May Windle was born May 1881 in Randwick, New South Wales, Australia to Alfred Windle (1844-1922) and Sarah Rebecca Meades (1849-1927) and died 18 September 1899 in Sydney, New South Wales, Australia of Phosphorus poisoning. Ancestors are from Australia, the United Kingdom.
May was engaged to Patrick Walsh at the time of her death. At the inquest, her father Alfred tried to implicate Patrick in her death but a string of witnesses including her mother and sisters rejected this suggestion.

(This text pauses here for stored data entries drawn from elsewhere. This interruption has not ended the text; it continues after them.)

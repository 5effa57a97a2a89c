import type { JSX } from 'preact'
import { useRef, useState } from 'preact/hooks'
import type { Whoami } from '../../core/contract/keys.ts'
import { CallError, call } from '../api/call.ts'
import { apiPath } from '../api/paths.ts'
import { LOCALE } from '../format/numbers.ts'
import { words } from '../words.ts'
import { fromField, toField } from './time-field.ts'

/** What is posted: the shape of the contract with instants as epoch ms. */
interface TripBody {
  readonly rcd: string
  readonly at?: number
  readonly after?: number
  readonly before?: number
  readonly note?: string
}

interface ReportProps {
  readonly who: Whoami
  /** The device, when the link names it. */
  readonly rcd: string | null
}

const HOUR = 3_600_000

/** The occupant's page: one large button, when it was noticed, an optional note. Nothing else of the site is shown. */
export function ReportPage({ who, rcd }: ReportProps): JSX.Element {
  const devices = who.rcds ?? []
  const [device, setDevice] = useState(rcd ?? (devices.length === 1 ? devices[0]!.ref : ''))
  const [found, setFound] = useState(false)
  const [lastOn, setLastOn] = useState(() => toField(Date.now() - 8 * HOUR))
  const [foundAt, setFoundAt] = useState(() => toField(Date.now()))
  const [note, setNote] = useState('')
  const [state, setState] = useState<'open' | 'busy' | 'done'>('open')
  const [trouble, setTrouble] = useState<string | null>(null)
  const [sent, setSent] = useState<TripBody | null>(null)
  // The moment of the first press counts, also when sending it takes several tries: the same body twice is one trip.
  const pressed = useRef<number | null>(null)

  const send = async (event: Event): Promise<void> => {
    event.preventDefault()
    if (device.trim() === '') return setTrouble(words.report.unknown)
    pressed.current ??= Date.now()
    const after = fromField(lastOn)
    const before = fromField(foundAt)
    if (found && !(after !== null && before !== null && after < before)) return setTrouble(words.report.order)
    const time = found ? { after: after!, before: before! } : { at: pressed.current }
    const body: TripBody = { rcd: device.trim(), ...time, ...(note.trim() === '' ? {} : { note: note.trim() }) }
    setState('busy')
    setTrouble(null)
    try {
      await call(apiPath(['sites', who.site ?? '', 'trips']), { method: 'POST', body })
      setSent(body)
      setState('done')
    } catch (error) {
      setState('open')
      const answered = error instanceof CallError && error.status > 0
      setTrouble(answered ? `${words.report.refused} ${error.message}` : words.report.kept)
    }
  }
  const another = (): void => {
    pressed.current = null
    setNote('')
    setFoundAt(toField(Date.now()))
    setState('open')
  }

  if (state === 'done' && sent !== null) {
    return (
      <main id="main" class="report">
        <h1>{words.report.done}</h1>
        <p role="status">{saidOf(sent)}</p>
        <button type="button" onClick={another}>
          {words.report.another}
        </button>
      </main>
    )
  }
  return (
    <main id="main" class="report">
      <form onSubmit={send}>
        <h1>{words.report.heading}</h1>
        <DeviceChoice
          devices={devices}
          fixed={rcd !== null || devices.length === 1}
          value={device}
          onChange={setDevice}
        />
        <fieldset>
          <legend>{words.report.when}</legend>
          <label class="choice">
            <input type="radio" name="when" checked={!found} onChange={() => setFound(false)} />
            {words.report.now}
          </label>
          <label class="choice">
            <input type="radio" name="when" checked={found} onChange={() => setFound(true)} />
            {words.report.found}
          </label>
          {found && (
            <div class="pair">
              <label for="last-on">{words.report.lastOn}</label>
              <input
                id="last-on"
                type="datetime-local"
                required
                value={lastOn}
                onInput={(e) => setLastOn(e.currentTarget.value)}
              />
              <label for="found-at">{words.report.foundAt}</label>
              <input
                id="found-at"
                type="datetime-local"
                required
                value={foundAt}
                onInput={(e) => setFoundAt(e.currentTarget.value)}
              />
              <p class="aside">{words.report.clock}</p>
            </div>
          )}
        </fieldset>
        <label for="note">{words.report.note}</label>
        <textarea id="note" rows={3} maxLength={2000} value={note} onInput={(e) => setNote(e.currentTarget.value)} />
        {trouble && (
          <p class="trouble" role="alert">
            {trouble}
          </p>
        )}
        <button type="submit" class="big-button" disabled={state === 'busy'}>
          {state === 'busy' ? words.report.busy : words.report.button}
        </button>
      </form>
    </main>
  )
}

interface DeviceChoiceProps {
  readonly devices: readonly { readonly ref: string; readonly label?: string | undefined }[]
  readonly fixed: boolean
  readonly value: string
  readonly onChange: (ref: string) => void
}

/** Which device it was: known from the link or key, one of a few, or typed. */
function DeviceChoice({ devices, fixed, value, onChange }: DeviceChoiceProps): JSX.Element | null {
  if (fixed) return null
  if (devices.length === 0) {
    return (
      <p class="pair">
        <label for="device">{words.report.which}</label>
        <input
          id="device"
          type="text"
          required
          maxLength={40}
          aria-describedby="device-help"
          value={value}
          onInput={(e) => onChange(e.currentTarget.value)}
        />
        <span id="device-help" class="aside">
          {words.report.whichHelp}
        </span>
      </p>
    )
  }
  return (
    <fieldset>
      <legend>{words.report.which}</legend>
      {devices.map((one) => (
        <label class="choice" key={one.ref}>
          <input type="radio" name="device" required checked={one.ref === value} onChange={() => onChange(one.ref)} />
          {one.label ?? words.names.rcd(one.ref)}
        </label>
      ))}
    </fieldset>
  )
}

function saidOf(body: TripBody): string {
  const when = new Intl.DateTimeFormat(LOCALE, {
    weekday: 'short',
    day: 'numeric',
    month: 'short',
    hour: '2-digit',
    minute: '2-digit',
  })
  if (body.at !== undefined) return words.report.doneAt(when.format(body.at))
  return words.report.doneBetween(when.format(body.after), when.format(body.before))
}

The following is a report in the Sydney Evening News from 26 September 1899:
THE RANDWICK CASE. A YOUNG GIRL'S DEATH, The City Coroner this morning resumed the inquest in connection with the death of Martha May Windle, 18, a single woman, who died in Sydney Hospital on the 18th instant. Deceased resided with her parents at St. Paul-street, Randwick, and had been employed in the same suburb as a housekeeper, sleeping at home at night. On the 13th instant she was taken ill, and Dr. Dick, who was called in, was told that she had been eating pork, and subsequently fruit, to which her illness was attributed. She told the doctor that there was nothing else the matter with her. As she grew worse, she was removed on the 17th instant to the hospital. There, as the result of an examination. Dr. C. Bowker asked her if she had taken any drugs, but she gave a negative answer. In reply to further questioning, she stated that a man had come home one night the worse for liquor, and had taken advantage of her. The doctor perceived symptoms which gave him the opinion that a certain event had previously taken place. He was of opinion that death was due to phosphorus poisoning. Dr. H. J. Brennand, who attended the patient, also expressed the opinion that the appearances were compatible with death by phosphorus poisoning. Dr. Dixson gave corroborative evidence in answer to a question by the coroner, he said that the symptoms in a case of ptomaine poisoning would be different. Dr. G. H. Taylor, who made a post-mortem examination, said that death was, in his opinion, due to phosphorus poisoning. The analysis of the stomach which had been made by the Government Analyst, revealed no trace of phosphorus, but the medical evidence was to the effect that that was not surprising, as all traces of the phosphorus would disappear in the period which had elapsed between the time of death and the analysis. (Proceeding.)